We’ll be going to [NAME] hotel, ma’am.”

“Is it nice?”

“Very nice.”

A Quarantine Shuttle Bus

 

BibimbapThe very nice facility is located in the heart of one of Seoul’s business districts, north of the Han River. Quarantine is 14 days spent in a box-shaped hotel room of 20 x 5 m2 with three beds squeezed into it (rather than have a single bed with bedsheets changed three times). Meals are delivered three times a day, placed in a white basket outside the door. There is variety, ranging from a picturesque Korean dish of a bibimbap to more mundane boiled eggs and yogurt, pasta and pork cutlets. Trying to predict what meal will come next becomes a mild obsession.

Trash is to be placed in a bright orange bag, and taken away every morning. A cheerful voice makes regular announcements—at 8 am, 11:30 am, and 4:30 pm—reminding everyone to retrieve their meals, put out their trash, and that “leaving your room is strictly forbidden.” In Korean, the cheerful voice alternates between referring to “you” as a “customer” (gogaek) and “resident” or “inmate” (ibsoja). It is nothing jarring, and the language use does not sound pejorative. Rather, it underscores the ambiguous status of those inhabiting such facilities during these uncertain times.

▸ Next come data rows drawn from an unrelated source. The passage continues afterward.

"""Compare a wall with its nominal and with its history: the four doubts about a number that can be read."""

from __future__ import annotations

import math
from dataclasses import dataclass

import numpy as np
from numpy.typing import NDArray

from fleet.units import parse_unit

Floats = NDArray[np.float64]
Ints = NDArray[np.int64]
Bools = NDArray[np.bool_]

FAR_ABOVE = 1.25
"""A reading above so many times nominal wall and lining is doubted [-]."""
FAR_BELOW = 0.2
"""Below so many times nominal, the other units are tried [-]."""
LARGE_LOSS = 5.0
"""A loss above so many times what the history gives for the span is doubted [-]."""
EXPLAINED = 3.0 * math.sqrt(2.0)
"""Reading errors, 1 standard deviation each, that the difference of two readings may reach [-]."""
DAYS_PER_YEAR = 365.25

_OTHER_UNITS = ("mm", "in", "mil")


@dataclass(frozen=True)
class AgainstNominal:
    """Readings against nominal wall.

    Parameters
    ----------
    far_above : ndarray of bool
        More than 1.25 times nominal wall and lining [-].
    slip : ndarray of bool
        Far outside, and would fit if it were written in another unit [-].
    slip_unit : list of str
        That unit; empty where there is none [text].
    would_be_mm : ndarray
        What the reading would then be [mm].
    """

    far_above: Bools
    slip: Bools
    slip_unit: list[str]
    would_be_mm: Floats


def against_nominal(
    thickness_mm: Floats,
    nominal_mm: Floats,
    lining_mm: Floats,
    last_mm: Floats,
    written_in: list[str],
) -> AgainstNominal:
    """Find readings far above nominal, and those that would fit in another unit.

    Parameters
    ----------
    thickness_mm : ndarray
        Readings [mm].
    nominal_mm, lining_mm : ndarray
        Nominal wall, NaN where not known; thickness of the lining, 0 where there is none [mm].
    last_mm : ndarray
        Last accepted reading before, NaN where there is none [mm].
    written_in : list of str
        The unit each was written in [text].

    Returns
    -------
    AgainstNominal
        What was found [-].

    Notes
    -----
    Far outside: above 1.25·(nominal + lining) or below 0.2·nominal; without nominal, the same of the last
    reading. The reading would fit in another unit where it then lies between 0.2 times nominal and 1.25 times
    nominal and lining, or between 0.2 and 1.25 times the last reading. Of two units that fit, the one nearer
    to nominal.
    """
    highest = FAR_ABOVE * (nominal_mm + lining_mm)
    with np.errstate(invalid="ignore"):
        far_above = thickness_mm > highest
        from_last = np.isnan(nominal_mm)
        high = np.where(from_last, thickness_mm > FAR_ABOVE * last_mm, far_above)
        low = np.where(from_last, thickness_mm < FAR_BELOW * last_mm, thickness_mm < FAR_BELOW * nominal_mm)
    slip = np.zeros(len(thickness_mm), dtype=np.bool_)
    units = [""] * len(thickness_mm)
    would_be = np.full(len(thickness_mm), np.nan)
    for row in np.flatnonzero(high | low).tolist():
        fits = _fitting(
            float(thickness_mm[row]),
            float(nominal_mm[row]),
            float(highest[row]),
            float(last_mm[row]),
            written_in[row],
        )
        if fits is not None:
            slip[row], units[row], would_be[row] = True, *fits
    return AgainstNominal(far_above, slip, units, would_be)


def _fitting(
    thickness: float, nominal: float, highest: float, last: float, unit: str
) -> tuple[str, float] | None:
    """Name the other unit in which a reading would fit, and what it would be."""
    factor = float(parse_unit(unit, "length").factor)
    best: tuple[float, str, float] | None = None
    for other in _OTHER_UNITS:
        other_factor = float(parse_unit(other, "length").factor)
        if other_factor == factor:
            continue
        would_be = thickness / factor * other_factor
        by_nominal = FAR_BELOW * nominal <= would_be <= highest
        by_last = FAR_BELOW * last <= would_be <= FAR_ABOVE * last
        if by_nominal or by_last:
            distance = abs(math.log(would_be / (last if math.isnan(nominal) else nominal)))
            if best is None or distance < best[0]:
                best = distance, other, would_be
    return best[1:] if best is not None else None


@dataclass(frozen=True)
class AgainstHistory:
    """Readings against the last one before; arrays as long as all readings given.

    Parameters
    ----------
    last_mm : ndarray
        Last reading before, NaN where there is none [mm].
    last_day : ndarray
        Its day [days].
    gain, loss : ndarray of bool
        Thicker than the reading error explains; thinner than history and reading error explain [-].
    rate_mm_per_year : ndarray
        Rate of the history before [mm/year].
    """

    last_mm: Floats
    last_day: Floats
    gain: Bools
    loss: Bools
    rate_mm_per_year: Floats


def against_history(
    place: Ints, day: Floats, thickness_mm: Floats, error_mm: Floats, same_observation_days: float = 90.0
) -> AgainstHistory:
    """Compare each reading with those of the same place on earlier days.

    Parameters
    ----------
    place : ndarray of int
        Number of the location of each reading [count].
    day : ndarray
        Its day; no two readings of a place on one day [days].
    thickness_mm : ndarray
        The reading, accepted or about to be [mm].
    error_mm : ndarray
        Its reading error, 1 standard deviation [mm].
    same_observation_days : float
        Readings within so many days of each other are one observation [days].

    Returns
    -------
    AgainstHistory
        In the order given [-].

    Notes
    -----
    Gain: t − t_last > 3·√2·s. Loss: t_last − t > 3·√2·s and > 5·rate·span, where rate is (t_first − t_last)
    over their span, and not below 0. It needs two earlier observations: first and last reading further apart
    than `same_observation_days`, or by more than 3·√2·s.
    """
    count = len(place)
    order = np.lexsort((day, place))
    p, d, t, explained = place[order], day[order], thickness_mm[order], EXPLAINED * error_mm[order]
    opens = np.ones(count, dtype=np.bool_)
    opens[1:] = p[1:] != p[:-1]
    index = np.arange(count)
    first = np.maximum.accumulate(np.where(opens, index, 0))
    before = np.maximum(index - 1, 0)
    has_last = ~opens
    last, last_day = np.where(has_last, t[before], np.nan), np.where(has_last, d[before], np.nan)
    apart = last_day - d[first]
    two = has_last & (before != first)
    two &= (apart > same_observation_days) | (np.abs(t[first] - last) > explained)
    with np.errstate(invalid="ignore", divide="ignore"):
        rate = np.where(two, np.maximum(t[first] - last, 0.0) / (apart / DAYS_PER_YEAR), np.nan)
        lost = last - t
        gain = -lost > explained
        loss = two & (lost > explained) & (lost > LARGE_LOSS * rate * (d - last_day) / DAYS_PER_YEAR)
    back = np.empty(count, dtype=np.int64)
    back[order] = index
    return AgainstHistory(last[back], last_day[back], gain[back], loss[back], rate[back])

A lightbulb goes out. Dial 5 on the room phone and a brisk voice responds “Situation room, how may I help you?” After a bit of confusion, the brisk voice promises to fix the situation. Soon, a person covered from head to toe in a white protective suit, with goggles, is entering the room gingerly. He (or she) tiptoes to the errant lamp, quickly changes the bulb, and exits swiftly. “Thank you!” Back turned, he (or she) waves energetically in response.   

Left: Taking out the trash. Right: Fixing a lightbulb

 

The room is bright again. Dusk is falling on a city that is quieter than this space of quarantine. Seoul is in its strictest form of “Level 4” social distancing, which means that gatherings of more than 4 people are banned and after 6 pm, the cap is further limited to 2 people. Here, within the facility—this odd temporary home for people whose distinctions of citizen, national, sojourner, and resident blur under a common quarantine status—it is not pure isolation but another yet form of social distancing that occurs. The orange trash bags are collected. Food is delivered. Covid-19 tests are administered. The muffled sounds of a service economy at work are audible. Doors open simultaneously and people exchange awkward smiles as they retrieve their meals from their white baskets, but no one speaks. It has only been six days, but new habits have already formed, alongside adjusted practices of social interaction.